# Accuracy Requirements



## Jon S (Nov 18, 2007)

Does anyone know what Missouri's CCW requirements are for the live fire demonstration? Or, what is a good setup that I could let my wife practice so that she is confident she will pass the test? Thanks.


----------



## tekhead1219 (May 16, 2008)

Jon S said:


> Does anyone know what Missouri's CCW requirements are for the live fire demonstration? Or, what is a good setup that I could let my wife practice so that she is confident she will pass the test? Thanks.


Don't know about Missouri, but, my wife had the same confidence problem here in TX. I got her to take a ladies class with the owner of my local shop ($40). Best thing that happened to her. Got her confidence in herself and her gun (Bersa Thunder .380) and she passed the shooting qualifications with flying colors. Now she is antsy to get her CHL from the state and she wants to learn how to shoot my .45's. And this got started with her question "What is going on that I should know about?" when I applied for my CHL.:anim_lol:


----------



## Baldy (Jun 21, 2006)

Most firings are at 10 to 15 feet and if she can keep it on the paper she will pass. Targets here are 2'x4' so they are hard to miss with just a few of the basic's learned. Good luck.:smt033


----------



## Mike Barham (Mar 30, 2006)

Question: What is the live fire qualification criteria?

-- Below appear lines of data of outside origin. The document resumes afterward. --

/// Chooses `k` inks (forced ones included): exhaustive when affordable, else swaps from
/// two starts.
pub fn choose(s: &InkSearch<'_>) -> Selection {
    let subsets = binomial(s.t.m - s.forced.len(), s.k - s.forced.len());
    if subsets * s.t.n as f64 <= EXHAUSTIVE_BUDGET {
        return choose_exhaustive(s.t, s.k, s.forced);
    }
    choose_by_swaps(s)
}

/// Swap descent from the k-means start and from the greedy start; the better is kept.
pub fn choose_by_swaps(s: &InkSearch<'_>) -> Selection {
    let InkSearch {
        t,
        entry_labs,
        inks,
        k,
        forced,
        engine,
    } = *s;
    let a = swap_descent(
        t,
        &kmeans_start(entry_labs, &t.weights, inks, k, forced, engine),
        forced,
    );
    let b = swap_descent(t, &greedy_start(t, k, forced), forced);
    if b.total_delta_e < a.total_delta_e {
        b
    } else {
        a
    }
}

/// What [`keep_families`] did.
#[derive(Debug, Clone, PartialEq)]
pub struct KeptInks {
    /// The inks after the swaps (library indices, ascending).
    pub chosen: Vec<usize>,
    /// Swaps made.
    pub swaps: usize,
    /// Families the library can keep (an ink within ΔE2000 6) that the choice lost, before
    /// and after.
    pub lost_before: usize,
    pub lost_after: usize,
}

/// Brings back colour families that the ink choice lost: a family (see
/// [`crate::families`]; CIELAB D50 here, like the inks) is lost when neither a chosen ink
/// nor the substrate (`substrate_lab`, which costs no screen) is within ΔE2000 6 of it
/// although a library ink is. A swap gives up chosen inks that no family needs (none is
/// the only chosen ink within 6 of a family), cheapest first by
/// Σ w·(second-nearest − nearest ΔE2000) of their pixels, and takes each lost family's
/// nearest library ink instead: first all lost families at once, then the worst alone.
/// A swap is kept only if the lost families weigh less: 3 for each clearly lost (2 past
/// the limit), 1 for each just lost; and if it leaves no more pixels rendered farther than
/// [`crate::families::REPORT_DELTA_E`] from their colour than before (a gradient or a
/// large area that is no family of its own is not given up for a small one). Forced inks
/// are never given up, and the number of inks never changes.
/// Returns `None` when nothing was lost or no swap helped.
pub fn keep_families(
    t: &CostTable,
    inks: &[Ink],
    substrate_lab: Option<[f64; 3]>,
    families: &[crate::families::Family],
    chosen: &[usize],
    forced: &[usize],
) -> Option<KeptInks> {
    const LOST: f64 = crate::families::LOST_DELTA_E;
    let paper = |f: usize| substrate_lab.map_or(f64::INFINITY, |s| delta_e2000(families[f].lab, s));
    // Each family's nearest library ink and how close it is (the substrate counts as
    // reaching it, with no ink).
    let best: Vec<(usize, f64)> = (0..families.len())
        .map(|f| {
            let fam = &families[f];
            let ink = inks
                .iter()
                .enumerate()
                .map(|(i, ink)| (i, delta_e2000(fam.lab, ink.lab_d50)))
                .fold(
                    (usize::MAX, f64::INFINITY),
                    |a, b| if b.1 < a.1 { b } else { a },
                );
            (ink.0, ink.1.min(paper(f)))
        })
        .collect();
    let error = |f: usize, set: &[usize]| {
        set.iter()
            .map(|&i| delta_e2000(families[f].lab, inks[i].lab_d50))
            .fold(paper(f), f64::min)
    };
    // A family is lost when its nearest chosen ink is more than ΔE2000 6 away and more
    // than 1 farther than the library's nearest; clearly lost 2 farther still. Lost
    // families (family, its nearest library ink, clearly lost), most pixels first.
    let lost_of = |set: &[usize]| -> Vec<(usize, usize, bool)> {
        let mut v: Vec<(usize, usize, bool)> = (0..families.len())
            .filter_map(|f| {
                let e = error(f, set);
                let (ink, a) = best[f];
                (e > LOST && e > a + 1.0).then_some((f, ink, e > LOST.max(a) + 2.0))
            })
            .collect();
        v.sort_by(|x, y| {
            families[y.0]
                .pixels
                .total_cmp(&families[x.0].pixels)
                .then(x.0.cmp(&y.0))
        });
        v
    };
    let score = |lost: &[(usize, usize, bool)]| -> usize {
        lost.iter()
            .map(|&(_, _, clear)| if clear { 3 } else { 1 })
            .sum()
    };
    let mut set = chosen.to_vec();
    let mut lost = lost_of(&set);
    let mut far = t.far_pixels(&set, crate::families::REPORT_DELTA_E as f32);
    let lost_before = lost.len();
    'rounds: for _ in 0..set.len() {
        if lost.is_empty() {
            break;
        }
        // Give-up order: free inks no family needs, cheapest first; then the other free inks.
        let (d1, nearest, second) = nearest_two(t, &set);
        let mut cost = vec![0.0f64; t.m];
        for e in 0..t.n {
            if nearest[e] != usize::MAX {
                let gap = if second[e].is_finite() {
                    second[e] - d1[e]
                } else {
                    1e3
                };
                cost[nearest[e]] += t.weights[e] * gap as f64;
            }
        }
        // An ink is needed when some family would be more than ΔE2000 6 from the other
        // chosen inks.
        let needed = |i: usize| {
            let others: Vec<usize> = set.iter().copied().filter(|&j| j != i).collect();
            (0..families.len())
                .any(|f| error(f, &others) > LOST && error(f, &others) > error(f, &set))
        };
        let mut free: Vec<usize> = set
            .iter()
            .copied()
            .filter(|i| !forced.contains(i))
            .collect();
        free.sort_by(|&a, &b| {
            needed(a)
                .cmp(&needed(b))
                .then(cost[a].total_cmp(&cost[b]))
                .then(a.cmp(&b))
        });
        let mut trials: Vec<Vec<(usize, usize)>> = Vec::new();
        let together = lost.len().min(free.len());
        if together > 1 {
            trials.push((0..together).map(|i| (free[i], lost[i].1)).collect());
        }
        for &(_, ink, _) in lost.iter().take(2) {
            for &g in free.iter().take(3) {
                trials.push(vec![(g, ink)]);
            }
        }
        for trial in trials {
            let mut next: Vec<usize> = set
                .iter()
                .copied()
                .filter(|i| trial.iter().all(|&(g, _)| g != *i))
                .collect();
            for &(_, ink) in &trial {
                if !next.contains(&ink) {
                    next.push(ink);
                }
            }
            next.sort_unstable();
            // Two lost families can share their nearest ink: never end with fewer inks.
            if next.len() != set.len() {
                continue;
            }
            let lf = lost_of(&next);
            if score(&lf) >= score(&lost) {
                continue;
            }
            let next_far = t.far_pixels(&next, crate::families::REPORT_DELTA_E as f32);
            if next_far <= far {
                set = next;
                lost = lf;
                far = next_far;
                continue 'rounds;
            }
        }
        break;
    }
    // Inks given up for others (an ink taken in one round may be given up in the next).
    let swaps = set.iter().filter(|i| !chosen.contains(i)).count();
    (swaps > 0).then_some(KeptInks {
        chosen: set,
        swaps,
        lost_before,
        lost_after: lost.len(),
    })
}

The 3' x 2' target is distanced at seven (7) yards. There will be fifty (50) practice rounds fired prior to the qualification round. Fifteen (15) of the twenty (20) qualification rounds fired must appear inside the silhouette portion of the target for a qualifying score.

This is from http://www.missouriconcealedcarry.com/q_a.htm.


----------



## Jon S (Nov 18, 2007)

*Thanks a lot*

Thanks for the link. Now I can prove to her that she will have no problem.


----------